══ ENTRIES SUPPLIED ══

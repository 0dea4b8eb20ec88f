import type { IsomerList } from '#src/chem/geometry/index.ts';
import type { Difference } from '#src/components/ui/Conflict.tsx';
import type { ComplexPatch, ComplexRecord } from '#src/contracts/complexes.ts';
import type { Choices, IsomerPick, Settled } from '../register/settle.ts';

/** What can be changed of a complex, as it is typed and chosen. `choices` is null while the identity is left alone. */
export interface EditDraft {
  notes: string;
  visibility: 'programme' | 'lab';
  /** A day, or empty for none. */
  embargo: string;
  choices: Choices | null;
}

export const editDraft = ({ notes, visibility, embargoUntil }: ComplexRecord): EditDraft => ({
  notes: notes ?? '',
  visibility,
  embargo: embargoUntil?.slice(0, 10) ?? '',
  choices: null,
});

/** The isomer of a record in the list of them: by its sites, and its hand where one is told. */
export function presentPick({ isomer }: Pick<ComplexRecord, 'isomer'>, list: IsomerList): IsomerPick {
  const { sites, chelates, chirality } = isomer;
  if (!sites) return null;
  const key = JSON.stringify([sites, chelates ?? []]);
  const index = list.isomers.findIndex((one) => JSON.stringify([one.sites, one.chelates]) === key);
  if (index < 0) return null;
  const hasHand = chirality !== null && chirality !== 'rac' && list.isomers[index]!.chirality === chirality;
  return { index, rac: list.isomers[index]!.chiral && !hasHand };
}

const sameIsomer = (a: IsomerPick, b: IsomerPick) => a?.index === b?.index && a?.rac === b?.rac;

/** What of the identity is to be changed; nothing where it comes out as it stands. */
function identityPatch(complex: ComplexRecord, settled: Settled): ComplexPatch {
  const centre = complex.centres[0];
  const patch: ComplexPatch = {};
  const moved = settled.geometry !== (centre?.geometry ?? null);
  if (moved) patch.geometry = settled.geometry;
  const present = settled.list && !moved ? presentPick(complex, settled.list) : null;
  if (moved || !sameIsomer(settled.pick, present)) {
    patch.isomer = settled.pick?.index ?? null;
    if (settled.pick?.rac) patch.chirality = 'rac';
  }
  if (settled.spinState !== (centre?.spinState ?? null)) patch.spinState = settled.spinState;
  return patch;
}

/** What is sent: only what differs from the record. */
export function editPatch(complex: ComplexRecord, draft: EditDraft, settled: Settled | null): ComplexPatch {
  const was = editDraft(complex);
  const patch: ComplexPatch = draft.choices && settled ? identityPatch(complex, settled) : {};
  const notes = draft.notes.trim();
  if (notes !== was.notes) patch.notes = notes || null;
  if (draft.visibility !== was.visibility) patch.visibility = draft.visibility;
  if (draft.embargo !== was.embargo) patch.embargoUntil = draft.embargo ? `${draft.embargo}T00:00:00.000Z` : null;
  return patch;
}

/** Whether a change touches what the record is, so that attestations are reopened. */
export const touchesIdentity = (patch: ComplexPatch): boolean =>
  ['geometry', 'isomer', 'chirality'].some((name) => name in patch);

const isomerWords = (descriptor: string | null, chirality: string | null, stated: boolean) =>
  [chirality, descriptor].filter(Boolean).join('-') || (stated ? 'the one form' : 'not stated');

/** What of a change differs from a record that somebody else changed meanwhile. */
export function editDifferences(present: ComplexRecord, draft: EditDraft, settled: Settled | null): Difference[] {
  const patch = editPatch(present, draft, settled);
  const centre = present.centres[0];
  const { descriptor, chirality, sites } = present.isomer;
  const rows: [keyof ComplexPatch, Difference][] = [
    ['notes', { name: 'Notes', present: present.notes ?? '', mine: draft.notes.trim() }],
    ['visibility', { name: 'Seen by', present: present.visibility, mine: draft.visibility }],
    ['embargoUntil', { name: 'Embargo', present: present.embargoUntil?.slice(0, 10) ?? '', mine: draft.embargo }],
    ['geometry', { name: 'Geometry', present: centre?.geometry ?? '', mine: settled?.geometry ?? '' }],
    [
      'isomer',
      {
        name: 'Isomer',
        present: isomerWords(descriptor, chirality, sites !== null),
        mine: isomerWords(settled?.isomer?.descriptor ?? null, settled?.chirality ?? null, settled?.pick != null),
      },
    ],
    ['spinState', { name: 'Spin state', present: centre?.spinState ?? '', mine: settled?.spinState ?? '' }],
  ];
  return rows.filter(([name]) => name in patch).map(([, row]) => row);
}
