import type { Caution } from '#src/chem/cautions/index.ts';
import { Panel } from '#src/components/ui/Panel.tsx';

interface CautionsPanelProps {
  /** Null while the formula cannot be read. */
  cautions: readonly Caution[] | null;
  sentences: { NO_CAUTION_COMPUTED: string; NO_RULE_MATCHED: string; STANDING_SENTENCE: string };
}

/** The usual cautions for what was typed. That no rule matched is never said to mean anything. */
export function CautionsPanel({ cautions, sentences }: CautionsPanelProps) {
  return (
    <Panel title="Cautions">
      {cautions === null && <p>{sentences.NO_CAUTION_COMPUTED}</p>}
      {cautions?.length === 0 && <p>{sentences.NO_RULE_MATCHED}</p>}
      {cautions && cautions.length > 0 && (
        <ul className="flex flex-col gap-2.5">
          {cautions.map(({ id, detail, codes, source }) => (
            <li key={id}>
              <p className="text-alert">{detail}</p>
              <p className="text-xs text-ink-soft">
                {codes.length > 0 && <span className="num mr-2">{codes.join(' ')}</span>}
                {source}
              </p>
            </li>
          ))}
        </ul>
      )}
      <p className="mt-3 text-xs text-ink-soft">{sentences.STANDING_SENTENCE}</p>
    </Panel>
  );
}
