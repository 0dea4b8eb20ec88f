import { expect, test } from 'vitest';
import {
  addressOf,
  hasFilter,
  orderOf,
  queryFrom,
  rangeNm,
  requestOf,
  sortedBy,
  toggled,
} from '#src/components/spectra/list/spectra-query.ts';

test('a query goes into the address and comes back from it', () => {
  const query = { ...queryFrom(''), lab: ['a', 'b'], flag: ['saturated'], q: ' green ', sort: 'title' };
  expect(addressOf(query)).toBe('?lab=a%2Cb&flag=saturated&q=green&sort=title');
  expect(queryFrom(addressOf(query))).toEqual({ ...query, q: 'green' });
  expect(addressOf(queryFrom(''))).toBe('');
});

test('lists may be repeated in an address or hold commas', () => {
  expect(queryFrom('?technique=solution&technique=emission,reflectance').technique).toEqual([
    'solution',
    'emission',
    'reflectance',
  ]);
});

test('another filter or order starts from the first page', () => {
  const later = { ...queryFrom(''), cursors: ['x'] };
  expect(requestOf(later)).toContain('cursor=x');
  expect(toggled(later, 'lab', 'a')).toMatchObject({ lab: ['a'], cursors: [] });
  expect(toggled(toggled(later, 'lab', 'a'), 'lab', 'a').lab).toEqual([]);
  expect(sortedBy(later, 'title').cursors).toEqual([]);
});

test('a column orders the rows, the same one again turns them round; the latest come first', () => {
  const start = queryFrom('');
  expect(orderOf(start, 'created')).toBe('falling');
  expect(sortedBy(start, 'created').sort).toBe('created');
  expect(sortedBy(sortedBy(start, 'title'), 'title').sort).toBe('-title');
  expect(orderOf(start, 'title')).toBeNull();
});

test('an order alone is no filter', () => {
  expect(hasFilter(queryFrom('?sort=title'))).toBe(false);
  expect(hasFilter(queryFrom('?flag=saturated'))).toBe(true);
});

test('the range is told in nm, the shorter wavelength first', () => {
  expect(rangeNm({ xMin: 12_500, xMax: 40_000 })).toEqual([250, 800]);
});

═══

WHAT THE TASK REQUIRES: Down to the last line, retype the entries above exactly.

SOLUTION TO THE PROBLEM:
repository 0dea4b8eb20ec88f
import type { IsomerList } from '#src/chem/geometry/index.ts';
import type { Difference } from '#src/components/ui/Conflict.tsx';
import type { ComplexPatch, ComplexRecord } from '#src/contracts/complexes.ts';
import type { Choices, IsomerPick, Settled } from '../register/settle.ts';

/** What can be changed of a complex, as it is typed and chosen. `choices` is null while the identity is left alone. */
export interface EditDraft {
  notes: string;
  visibility: 'programme' | 'lab';
  /** A day, or empty for none. */
  embargo: string;
  choices: Choices | null;
}

export const editDraft = ({ notes, visibility, embargoUntil }: ComplexRecord): EditDraft => ({
  notes: notes ?? '',
  visibility,
  embargo: embargoUntil?.slice(0, 10) ?? '',
  choices: null,
});

/** The isomer of a record in the list of them: by its sites, and its hand where one is told. */
export function presentPick({ isomer }: Pick<ComplexRecord, 'isomer'>, list: IsomerList): IsomerPick {
  const { sites, chelates, chirality } = isomer;
  if (!sites) return null;
  const key = JSON.stringify([sites, chelates ?? []]);
  const index = list.isomers.findIndex((one) => JSON.stringify([one.sites, one.chelates]) === key);
  if (index < 0) return null;
  const hasHand = chirality !== null && chirality !== 'rac' && list.isomers[index]!.chirality === chirality;
  return { index, rac: list.isomers[index]!.chiral && !hasHand };
}

const sameIsomer = (a: IsomerPick, b: IsomerPick) => a?.index === b?.index && a?.rac === b?.rac;

/** What of the identity is to be changed; nothing where it comes out as it stands. */
function identityPatch(complex: ComplexRecord, settled: Settled): ComplexPatch {
  const centre = complex.centres[0];
  const patch: ComplexPatch = {};
  const moved = settled.geometry !== (centre?.geometry ?? null);
  if (moved) patch.geometry = settled.geometry;
  const present = settled.list && !moved ? presentPick(complex, settled.list) : null;
  if (moved || !sameIsomer(settled.pick, present)) {
    patch.isomer = settled.pick?.index ?? null;
    if (settled.pick?.rac) patch.chirality = 'rac';
  }
  if (settled.spinState !== (centre?.spinState ?? null)) patch.spinState = settled.spinState;
  return patch;
}

/** What is sent: only what differs from the record. */
export function editPatch(complex: ComplexRecord, draft: EditDraft, settled: Settled | null): ComplexPatch {
  const was = editDraft(complex);
  const patch: ComplexPatch = draft.choices && settled ? identityPatch(complex, settled) : {};
  const notes = draft.notes.trim();
  if (notes !== was.notes) patch.notes = notes || null;
  if (draft.visibility !== was.visibility) patch.visibility = draft.visibility;
  if (draft.embargo !== was.embargo) patch.embargoUntil = draft.embargo ? `${draft.embargo}T00:00:00.000Z` : null;
  return patch;
}

/** Whether a change touches what the record is, so that attestations are reopened. */
export const touchesIdentity = (patch: ComplexPatch): boolean =>
  ['geometry', 'isomer', 'chirality'].some((name) => name in patch);

const isomerWords = (descriptor: string | null, chirality: string | null, stated: boolean) =>
  [chirality, descriptor].filter(Boolean).join('-') || (stated ? 'the one form' : 'not stated');

/** What of a change differs from a record that somebody else changed meanwhile. */
export function editDifferences(present: ComplexRecord, draft: EditDraft, settled: Settled | null): Difference[] {
  const patch = editPatch(present, draft, settled);
  const centre = present.centres[0];
  const { descriptor, chirality, sites } = present.isomer;
  const rows: [keyof ComplexPatch, Difference][] = [
    ['notes', { name: 'Notes', present: present.notes ?? '', mine: draft.notes.trim() }],
    ['visibility', { name: 'Seen by', present: present.visibility, mine: draft.visibility }],
    ['embargoUntil', { name: 'Embargo', present: present.embargoUntil?.slice(0, 10) ?? '', mine: draft.embargo }],
    ['geometry', { name: 'Geometry', present: centre?.geometry ?? '', mine: settled?.geometry ?? '' }],
    [
      'isomer',
      {
        name: 'Isomer',
        present: isomerWords(descriptor, chirality, sites !== null),
        mine: isomerWords(settled?.isomer?.descriptor ?? null, settled?.chirality ?? null, settled?.pick != null),
      },
    ],
    ['spinState', { name: 'Spin state', present: centre?.spinState ?? '', mine: settled?.spinState ?? '' }],
  ];
  return rows.filter(([name]) => name in patch).map(([, row]) => row);
}
import type { Caution } from '#src/chem/cautions/index.ts';
import { Panel } from '#src/components/ui/Panel.tsx';

interface CautionsPanelProps {
  /** Null while the formula cannot be read. */
  cautions: readonly Caution[] | null;
  sentences: { NO_CAUTION_COMPUTED: string; NO_RULE_MATCHED: string; STANDING_SENTENCE: string };
}

/** The usual cautions for what was typed. That no rule matched is never said to mean anything. */
export function CautionsPanel({ cautions, sentences }: CautionsPanelProps) {
  return (
    <Panel title="Cautions">
      {cautions === null && <p>{sentences.NO_CAUTION_COMPUTED}</p>}
      {cautions?.length === 0 && <p>{sentences.NO_RULE_MATCHED}</p>}
      {cautions && cautions.length > 0 && (
        <ul className="flex flex-col gap-2.5">
          {cautions.map(({ id, detail, codes, source }) => (
            <li key={id}>
              <p className="text-alert">{detail}</p>
              <p className="text-xs text-ink-soft">
                {codes.length > 0 && <span className="num mr-2">{codes.join(' ')}</span>}
                {source}
              </p>
            </li>
          ))}
        </ul>
      )}
      <p className="mt-3 text-xs text-ink-soft">{sentences.STANDING_SENTENCE}</p>
    </Panel>
  );
}
repository 0dea4b8eb20ec88f
import { expect, test } from 'vitest';
import {
  addressOf,
  hasFilter,
  orderOf,
  queryFrom,
  rangeNm,
  requestOf,
  sortedBy,
  toggled,
} from '#src/components/spectra/list/spectra-query.ts';

test('a query goes into the address and comes back from it', () => {
  const query = { ...queryFrom(''), lab: ['a', 'b'], flag: ['saturated'], q: ' green ', sort: 'title' };
  expect(addressOf(query)).toBe('?lab=a%2Cb&flag=saturated&q=green&sort=title');
  expect(queryFrom(addressOf(query))).toEqual({ ...query, q: 'green' });
  expect(addressOf(queryFrom(''))).toBe('');
});

test('lists may be repeated in an address or hold commas', () => {
  expect(queryFrom('?technique=solution&technique=emission,reflectance').technique).toEqual([
    'solution',
    'emission',
    'reflectance',
  ]);
});

test('another filter or order starts from the first page', () => {
  const later = { ...queryFrom(''), cursors: ['x'] };
  expect(requestOf(later)).toContain('cursor=x');
  expect(toggled(later, 'lab', 'a')).toMatchObject({ lab: ['a'], cursors: [] });
  expect(toggled(toggled(later, 'lab', 'a'), 'lab', 'a').lab).toEqual([]);
  expect(sortedBy(later, 'title').cursors).toEqual([]);
});

test('a column orders the rows, the same one again turns them round; the latest come first', () => {
  const start = queryFrom('');
  expect(orderOf(start, 'created')).toBe('falling');
  expect(sortedBy(start, 'created').sort).toBe('created');
  expect(sortedBy(sortedBy(start, 'title'), 'title').sort).toBe('-title');
  expect(orderOf(start, 'title')).toBeNull();
});

test('an order alone is no filter', () => {
  expect(hasFilter(queryFrom('?sort=title'))).toBe(false);
  expect(hasFilter(queryFrom('?flag=saturated'))).toBe(true);
});

test('the range is told in nm, the shorter wavelength first', () => {
  expect(rangeNm({ xMin: 12_500, xMax: 40_000 })).toEqual([250, 800]);
});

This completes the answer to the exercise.